Подобное свидетельство — на уровне газетного фельетона — важно тем, что указывает на расхожесть, обыкновенность, типичность процесса. Островский оказался совершенно прав в своем углубленном и сосредоточенном исследовании именно женской любви, в творческом убеждении, что именно в любви происходит для женщины главное, основное. (Кстати сказать, работа Людмилы Маргаритовой как раз имеет отношение к пресловутым «швейным машинкам», к шитью, на что указывают ее слова в первом монологе, который Островский затем исключил из окончательного текста пьесы.) Людмила — образ хотя и чрезвычайно связанный со своим временем, но имеющий как бы две стороны. С одной стороны, самостоятельность поступков, решительная борьба за свое счастье, осознание права на него, свободный выбор в любви роднят Людмилу с целым поколением женщин-современниц, отстаивавших свои права и свою свободу вплоть до крайнего случая — до скамьи подсудимых. Но с другой стороны, Людмила — обыкновенная влюбленная девушка, проявляющая благородную прямоту и большую страсть, даже и с некоторой аффектированностью чувства, о которой писал Кугель. Эта вторая сторона образа Людмилы и оказывается более существенной для зрителя 1896 года.
«Мягкое настроение» — основная тональность постановки Малого театра.
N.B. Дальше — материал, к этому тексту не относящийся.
/// Candidate full parameter vectors to start the solver from, and whether
/// a Richards start from the Gompertz fit is still to be tried if these
/// end badly (see [`solve`]).
fn starting_points(
    model: Model,
    t: &[f64],
    y: &[f64],
    fixed: &[Option<f64>],
    user: &[Option<f64>],
    opts: &FitOptions,
) -> Result<(Vec<Vec<f64>>, bool), FitError> {
    let np = model.n_params();
    let merge = |auto: &[f64]| merge_start(fixed, user, auto);
    if (0..np).all(|j| fixed[j].is_some() || user[j].is_some()) {
        return Ok((vec![merge(&vec![0.0; np])], false));
    }
    let k_fixed = model.param_index("K").and_then(|j| fixed[j]);
    // The self-starts fail only without two usable values at different
    // times (see `start`), so that is what the message says.
    let no_start = || {
        let usable = if model == Model::Logistic4 && fixed[3].is_some() {
            "values above the fixed L"
        } else {
            "positive values"
        };
        error(
            FitErrorKind::NoStart,
            format!(
                "cannot derive starting values for the {} model: it needs at least two {}{} at different times",
                model.name(),
                usable,
                if k_fixed.is_some() { " below the fixed K" } else { "" }
            ),
        )
    };
    let mut starts = Vec::new();
    let mut gompertz_pending = false;
    match model {
        Model::Logistic => starts.push(
            start::logistic(t, y, k_fixed)
                .ok_or_else(no_start)?
                .to_vec(),
        ),
        Model::Gompertz => starts.push(
            start::gompertz(t, y, k_fixed)
                .ok_or_else(no_start)?
                .to_vec(),
        ),
        Model::Exponential => starts.push(start::exponential(t, y).ok_or_else(no_start)?.to_vec()),
        Model::Bass => {
            let m_fixed = fixed[0];
            starts.extend(start::bass(t, y, m_fixed).iter().map(|s| s.to_vec()));
        }
        Model::Bilogistic => {
            starts.extend(start::bilogistic(t, y).iter().map(|s| s.to_vec()));
        }
        Model::Logistic4 => {
            let l_fixed = fixed[3];
            let ymin = y.iter().cloned().fold(f64::INFINITY, f64::min);
            let ymax = y.iter().cloned().fold(f64::NEG_INFINITY, f64::max);
            let range = ymax - ymin;
            let floors: Vec<f64> = match l_fixed {
                Some(l) => vec![l],
                None => vec![ymin - 0.01 * range, ymin - 0.2 * range],
            };
            for l in floors {
                let lifted: Vec<f64> = y.iter().map(|v| v - l).collect();
                if let Some([k, r, t0]) = start::logistic(t, &lifted, k_fixed.map(|k| k - l)) {
                    starts.push(vec![k + l, r, t0, l]);
                }
            }
        }
        Model::Richards => {
            // The logistic is Richards with ν = 1 and the Gompertz its ν → 0
            // limit. Start from the logistic fit; `solve` adds the start from
            // the Gompertz fit when that one ends badly, and it is the start
            // here when the logistic cannot be fitted at all.
            match richards_start(t, y, Model::Logistic, fixed, opts) {
                Ok(s) => {
                    starts.push(s);
                    gompertz_pending = true;
                }
                Err(e) => match richards_start(t, y, Model::Gompertz, fixed, opts) {
                    Ok(s) => starts.push(s),
                    Err(_) => {
                        return Err(error(
                            e.kind,
                            format!(
                                "cannot derive starting values for the richards model from its logistic and gompertz fits: {}",
                                e.message
                            ),
                        ))
                    }
                },
            }
        }
    }
    if starts.is_empty() {
        return Err(no_start());
    }
    Ok((
        starts.iter().map(|s| merge_start(fixed, user, s)).collect(),
        gompertz_pending,
    ))
}

/// Fixed values and user starts override the self-start, entry by entry.
fn merge_start(fixed: &[Option<f64>], user: &[Option<f64>], auto: &[f64]) -> Vec<f64> {
    (0..fixed.len())
        .map(|j| fixed[j].or(user[j]).unwrap_or(auto[j]))
        .collect()
}

/// A Richards start `[K, r, t0, ν]` from a fit of `sub` (the logistic,
/// ν = 1, or the Gompertz curve, the ν → 0 limit, started at ν = 0.1)
/// with the same fixed K, r or t0 and weights. ν is the fixed value if
/// there is one.
///
/// The sub-fit only supplies a start, so it stops at relative tolerances
/// of 1e-8 without the polish; the Richards fit itself converges fully.
fn richards_start(
    t: &[f64],
    y: &[f64],
    sub_model: Model,
    fixed: &[Option<f64>],
    opts: &FitOptions,
) -> Result<Vec<f64>, FitError> {
    let base = opts.solver.clone().unwrap_or_default();
    let sub = FitOptions {
        fixed: opts
            .fixed
            .iter()
            .filter(|(n, _)| n.trim() != "nu")
            .cloned()
            .collect(),
        weights: opts.weights.clone(),
        solver: Some(Solver {
            ftol: base.ftol.max(1e-8),
            xtol: base.xtol.max(1e-8),
            polish_steps: 0,
            ..base
        }),
        start: Vec::new(),
        error_model: opts.error_model,
        increments: opts.increments,
        intervals: IntervalMethod::Asymptotic,
    };
    let nu = if sub_model == Model::Logistic {
        1.0
    } else {
        0.1
    };
    let v = solve(t, y, sub_model, &sub)?.p;
    Ok(vec![v[0], v[1], v[2], fixed[3].unwrap_or(nu)])
}

/// The time of the (last) inflection point, with its name: t0; the Bass
/// peak time `t* = tau + ln(q/p)/(p+q)` (`tau` when `q ≤ p`: the rate is
/// highest at launch); the later pulse's t02 for the bi-logistic.
fn inflection(fit: &Fit) -> Option<(&'static str, f64)> {
    let v = fit.values();
    match fit.model {
        Model::Exponential => None,
        Model::Bass => Some(("t*", crate::analysis::bass_peak_time(&v))),
        Model::Bilogistic => Some(("t02", v[2].max(v[5]))),
        _ => Some(("t0", v[2])),
    }
}

/// Thresholds of [`diagnose`]. K counts as not identified when its relative
/// standard error exceeds this...
pub const K_REL_SE_LIMIT: f64 = 0.3;
/// ...or when the rise above the floor exceeds this multiple of the observed rise.
pub const K_RANGE_LIMIT: f64 = 5.0;

/// Adds the warnings that say how far to trust a fit.
fn diagnose(fit: &mut Fit, t: &[f64], y: &[f64]) {
    let mut w = Vec::new();
    if !fit.converged {
        w.push(Warning::new(
            WarningCode::NotConverged,
            format!(
                "the solver did not converge ({}) after {} iterations; the estimates may be far from the best fit",
                fit.termination.describe(),
                fit.iterations
            ),
        ));
    }
    if fit.covariance.is_none() && !fit.free.is_empty() {
        w.push(Warning::new(
            WarningCode::SingularJacobian,
            "the Jacobian is singular at the estimate: some parameters cannot be told apart, \
             so no standard errors are given",
        ));
    } else if fit.condition_number > stats::ILL_CONDITIONED {
        w.push(Warning::new(
            WarningCode::IllConditioned,
            format!(
                "the Jacobian is ill-conditioned (condition number {:.2e}): the standard errors are unreliable",
                fit.condition_number
            ),
        ));
    }
    let (tmin, tmax) = linalg::min_max(t);
    let ymax = linalg::min_max(y).1;
    let span = (tmax - tmin).max(f64::MIN_POSITIVE);
    let roles = fit.model.roles();
    for (j, p) in fit.params.iter().enumerate() {
        if p.fixed || fit.model.domains()[j] != Domain::Positive {
            continue;
        }
        let near = match roles[j] {
            Role::Rate => p.estimate * span < 1e-3,
            Role::Shape => !(1e-3..=1e3).contains(&p.estimate),
            Role::Level | Role::Time => p.estimate < 1e-9 * ymax.abs().max(f64::MIN_POSITIVE),
        };
        if near {
            w.push(Warning::new(
                WarningCode::ParameterAtBound,
                format!(
                    "{} = {:.6e} is at the edge of its allowed range",
                    p.name, p.estimate
                ),
            ));
        }
    }
    // The saturation levels: the positive levels K, Bass's m, and each
    // pulse's K1 and K2 of the bi-logistic (whose level is their sum: a
    // pulse the data do not determine leaves the sum undetermined too);
    // not the floor L or the exponential's a (levels of any sign).
    let levels: Vec<usize> = (0..fit.params.len())
        .filter(|&j| {
            roles[j] == Role::Level
                && fit.model.domains()[j] == Domain::Positive
                && !fit.params[j].fixed
        })
        .collect();
    for kj in levels {
        let k = &fit.params[kj];
        let floor = fit.param("L").map_or(0.0, |l| l.estimate);
        let observed_rise = ymax - floor;
        let rel_se = k.std_error.map(|s| s / k.estimate.abs());
        let mut reasons = Vec::new();
        match rel_se {
            None => reasons.push(format!("{} has no standard error", k.name)),
            Some(r) if r > K_REL_SE_LIMIT => reasons.push(format!(
                "its standard error is {:.0}% of {}",
                100.0 * r,
                k.name
            )),
            _ => {}
        }
        if observed_rise > 0.0 && (k.estimate - floor) > K_RANGE_LIMIT * observed_rise {
            reasons.push(format!(
                "{} is {:.1} times the highest observation",
                k.name,
                (k.estimate - floor) / observed_rise
            ));
        }
        if fit.condition_number > stats::ILL_CONDITIONED {
            reasons.push("the fit is ill-conditioned".to_string());
        }
        if let Some(iv) = k.interval.filter(|i| i.method == CiMethod::Profile) {
            if iv.hi.is_none() {
                reasons.push(format!(
                    "its profile likelihood stays inside the 95% threshold for every {} up to {} times the data's range above the estimate",
                    k.name,
                    profile::WIDE
                ));
            }
        }
        if k.estimate - floor < 1e-9 * ymax.abs().max(f64::MIN_POSITIVE) {
            reasons.push(format!("{} ended at the edge of its allowed range", k.name));
        }
        if !reasons.is_empty() {
            // No upper bound is claimed, and the asymptotic interval is
            // withheld by the report (`identified == false`).
            let k = &mut fit.params[kj];
            k.identified = false;
            if let Some(iv) = k.interval.as_mut() {
                iv.hi = None;
            }
            w.push(Warning::new(
                WarningCode::SaturationNotIdentified,
                format!(
                    "the data do not determine the saturation level {} ({}): treat {} as unknown, \
                     not as the estimate shown",
                    k.name,
                    reasons.join("; "),
                    k.name
                ),
            ));
        }
    }
    // Any free parameter whose interval is open on a side (or that has no
    // interval at all) is not determined by the data.
    for p in fit.params.iter_mut().filter(|p| !p.fixed) {
        if p.interval
            .is_none_or(|iv| iv.lo.is_none() || iv.hi.is_none())
        {
            p.identified = false;
        }
    }
    if let Some((name, t_infl)) = inflection(fit) {
        if tmax < t_infl {
            w.push(Warning::new(
                WarningCode::BeforeInflection,
                format!(
                    "the data end before the fitted inflection point {name} = {t_infl:.4}: the upper part of the \
                     curve is an extrapolation, and fits at this stage are unreliable",
                ),
            ));
        }
    }
    fit.warnings.extend(w);
}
«После ходульных и трескучих драматических новинок, с вымученными эффектами, с вытянутыми за волосы идеями, с бесцветным или поддельным языком, с бескровными, тусклыми персонажами — простая, будничная история “Поздней любви”, рассказанная Островским с такой теплотой, мягкостью и таким чудесным языком, вместе и освежает, и согревает зрителя»[225]
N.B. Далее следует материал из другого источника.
//! The page's slower sections, each answered on its own from the
//! analysis' [`Study`](plateau_study::study::Study) (which caches every
//! answer): the page shows the first [`View`](super::View) at once and asks
//! for a section when it comes into view, then keeps it current.

use super::shown::{self, CompareText, DiagnosticsText};
use super::{Analysis, BacktestRow, CompareRow, DiagnosticsRow, FisherPryRow};
use plateau_core::diagnostics;
use plateau_study::wording::{self, LrTestReport, RecommendationReport, SymmetryReport};
use serde::{Deserialize, Serialize};

/// A part of the page computed when it is first shown.
#[derive(Debug, Clone, Copy, PartialEq, Eq, Deserialize, Serialize)]
#[serde(rename_all = "lowercase")]
pub enum Section {
    /// Every model by AICc, the nested tests and the suggested model.
    Comparison,
    /// Residual checks, the symmetry test and the Fisher–Pry check.
    Checks,
    /// The chosen model refitted on prefixes (the drift chart).
    Drift,
    /// Rolling-origin errors of every model.
    Backtest,
}

impl Section {
    pub const ALL: [Section; 4] = [
        Section::Comparison,
        Section::Checks,
        Section::Drift,
        Section::Backtest,
    ];

    pub fn from_name(name: &str) -> Option<Section> {
        Section::ALL.into_iter().find(|s| s.name() == name)
    }

    pub fn name(self) -> &'static str {
        match self {
            Section::Comparison => "comparison",
            Section::Checks => "checks",
            Section::Drift => "drift",
            Section::Backtest => "backtest",
        }
    }

    /// What the page says while this section is computed.
    pub fn working(self) -> &'static str {
        match self {
            Section::Comparison => "comparing the models",
            Section::Checks => "checking the residuals",
            Section::Drift => "refitting on earlier cutoffs",
            Section::Backtest => "backtesting every model",
        }
    }
}

#[derive(Debug, Clone, Serialize, PartialEq)]
#[serde(rename_all = "camelCase")]
pub struct ComparisonView {
    pub comparison: Vec<CompareRow>,
    /// Likelihood-ratio tests of the nested pairs.
    pub lr_tests: Vec<LrTestReport>,
    /// Which model to use and why.
    pub recommendation: RecommendationReport,
    /// `comparison` as the page shows it.
    pub text: Vec<CompareText>,
}

#[derive(Debug, Clone, Serialize, PartialEq)]
#[serde(rename_all = "camelCase")]
pub struct ChecksView {
    /// The residual diagnostics of the chosen fit.
    pub diagnostics: DiagnosticsRow,
    /// Logistic against Richards (likelihood ratio) and Gompertz (ΔAICc).
    pub symmetry_test: Option<SymmetryReport>,
    /// The Fisher–Pry check for the entered K, else the fitted K.
    pub fisher_pry: Option<FisherPryRow>,
    pub text: DiagnosticsText,
}

#[derive(Debug, Clone, Serialize, PartialEq)]
#[serde(rename_all = "camelCase")]
pub struct BacktestView {
    /// One row per model (see [`super::BACKTEST_HORIZON`]).
    pub rows: Vec<BacktestRow>,
    /// Per model, MAPE by horizon (`12.34%`, `–` when there is none).
    pub text: Vec<Vec<String>>,
}

/// One section's answer, tagged with its name for the page.
#[derive(Debug, Clone, Serialize, PartialEq)]
#[serde(tag = "section", rename_all = "lowercase")]
pub enum SectionView {
    Comparison(ComparisonView),
    Checks(Box<ChecksView>),
    /// The drift chart is drawn from the analysis; this says how many
    /// cutoffs it holds.
    Drift {
        rows: usize,
    },
    Backtest(BacktestView),
}

impl Analysis {
    /// Computes (or reads from the study's cache) one section.
    pub fn section(&self, s: Section) -> SectionView {
        match s {
            Section::Comparison => SectionView::Comparison(self.comparison_view()),
            Section::Checks => SectionView::Checks(Box::new(self.checks_view())),
            Section::Drift => SectionView::Drift {
                rows: self.drift().len(),
            },
            Section::Backtest => SectionView::Backtest(self.backtest_view()),
        }
    }

    /// The fit refitted on prefixes of the data (at most [`super::DRIFT_ROWS`]).
    pub fn drift(&self) -> &[plateau_core::history::DriftRow] {
        self.study.drift()
    }

    pub fn comparison_view(&self) -> ComparisonView {
        let entries = self.study.comparison();
        let comparison: Vec<CompareRow> = entries
            .iter()
            .map(|e| CompareRow {
                model: e.model.name(),
                aicc: e.result.as_ref().ok().map(|f| f.aicc),
                bic: e.result.as_ref().ok().map(|f| f.bic),
                delta_aicc: e.delta_aicc,
                weight: e.akaike_weight,
                k: e.result
                    .as_ref()
                    .ok()
                    .and_then(|f| f.model.saturation_level(&f.values())),
                converged: e.result.as_ref().ok().map(|f| f.converged),
                error: e.result.as_ref().err().map(|err| err.to_string()),
            })
            .collect();
        ComparisonView {
            text: shown::comparison_text(&comparison),
            lr_tests: wording::lr_tests(entries),
            recommendation: self.study.recommendation().clone(),
            comparison,
        }
    }

    pub fn checks_view(&self) -> ChecksView {
        let diag = self
            .study
            .residual_diagnostics()
            .cloned()
            .unwrap_or_else(|| {
                diagnostics::residual_diagnostics(&self.fit, &self.series.times, &self.values)
            });
        let row = DiagnosticsRow {
            n: diag.n,
            runs: diag.runs.as_ref().map(|r| r.runs),
            runs_expected: diag.runs.as_ref().map(|r| r.expected),
            runs_p: diag.runs.as_ref().map(|r| r.p_exact),
            durbin_watson: diag.durbin_watson,
            lag1_autocorrelation: diag.lag1_autocorrelation,
            qq_correlation: diag.qq.as_ref().map(|q| q.correlation),
            jarque_bera_p: diag.jarque_bera.map(|j| j.p_value),
            verdicts: wording::residual_verdicts(&diag),
        };
        ChecksView {
            text: shown::diagnostics_text(&row),
            diagnostics: row,
            symmetry_test: self.study.symmetry_test().cloned().map(SymmetryReport::new),
            fisher_pry: self.study.fisher_pry().map(|f| FisherPryRow {
                k: f.k,
                entered: self.settings.fisher_pry_k.is_some(),
                curvature_p: f.curvature_p,
                verdict: wording::fisher_pry_verdict(f),
            }),
        }
    }

    pub fn backtest_view(&self) -> BacktestView {
        let rows: Vec<BacktestRow> = self
            .study
            .backtest()
            .iter()
            .map(|m| BacktestRow {
                model: m.model.name(),
                origins: m.origins,
                failed: m.failed,
                mape: m.by_horizon.iter().map(|h| h.mape).collect(),
                mae: m.by_horizon.iter().map(|h| h.mae).collect(),
                error: m.error.clone(),
            })
            .collect();
        BacktestView {
            text: shown::backtest_text(&rows),
            rows,
        }
    }
}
. «Во всей пьесе так много мягкого настроения», — вторит другой критик[226]. Несомненно, что эта атмосфера была заслугой Малого театра. Острые углы, проблемы и вопросы пьесы не были столь дороги теперь, сколь дорогими стали именно мягкость и теплота. «Трескучие новинки» так долго спекулировали поверхностными идеями и проблемами, что к Островскому обратились с желанием уйти от голых тезисов и искусственно сконструированных образов, пожить простой, задушевной жизнью, представить зрителю простых хороших людей с настоящими, невыдуманными интересами.М. Ермолова по характеру своего дарования не могла не возвысить Людмилу, правда, отнюдь не героизируя ее. Надо сказать, что современное убеждение, будто распределение ролей — это концепция, как нельзя лучше подходит именно к театру XIX века. Ермолова в роли Людмилы — уже концепция. Она не могла не быть правой во всем, что бы ни делала. А. Южин в Николае увидел прежде всего реальный характер, в котором романтическая поза явилась своего рода иронической самозащитой. «Сравнительно сдержанный, спокойный, склонный иронизировать, — охарактеризовал его рецензент и, выразив сомнение в том, что Николай у Островского именно таков, признал, однако: Но если понимать Николая именно так, то г. Южин играет его очень хорошо. Ясно, что перед нами в данном случае именно истолкование, творческая интерпретация, а не изображение поверхностных примет “типа”, как в свое время у Н. Вильде, или неосвоенное изложение ситуации, как у А. Нильского»[227]
.Спектакль приняли сочувственно.
Немного ранее, в постановке Александринского театра, пьесу встретили прохладно. Но, по иронии судьбы, именно неудачи Александринского театра открывали в «Поздней любви» Островского нечто существенное.
В трактовке Малого театра Людмила никакого преступления словно и не совершала. На сцене Александринского театра речь все-таки шла о преступлении. «Самое преступление в деянии этой удивительной девушки приобретает примиряющую красоту. ‹…› Велика разрушительная сила поздней любви…»[228]
Не было мягкого настроения, простой тихой жизни. Почувствовав резкость и негладкость пьесы, актеры искали какого-то выхода своим ощущениям. У В. Мичуриной — (Людмила) «резко звучали мелодраматические ноты»[229], она «плакала какою-то сухой слезой»[230], любовь ее была «горячечной, с болезненным оттенком»[231]. М. Дальский не пробуждался под ее влиянием, а «оставался вялым, утомленным»[232]. Что-то резкое, болезненное, неврастеническое проступило вдруг сквозь «простую будничную историю» и вполне имело реальный психологический смысл для конца 1890-х годов, когда драматургия и театр вплотную подошли к сложности современного человека, никак не укладывающегося в единое социальное или этическое измерение.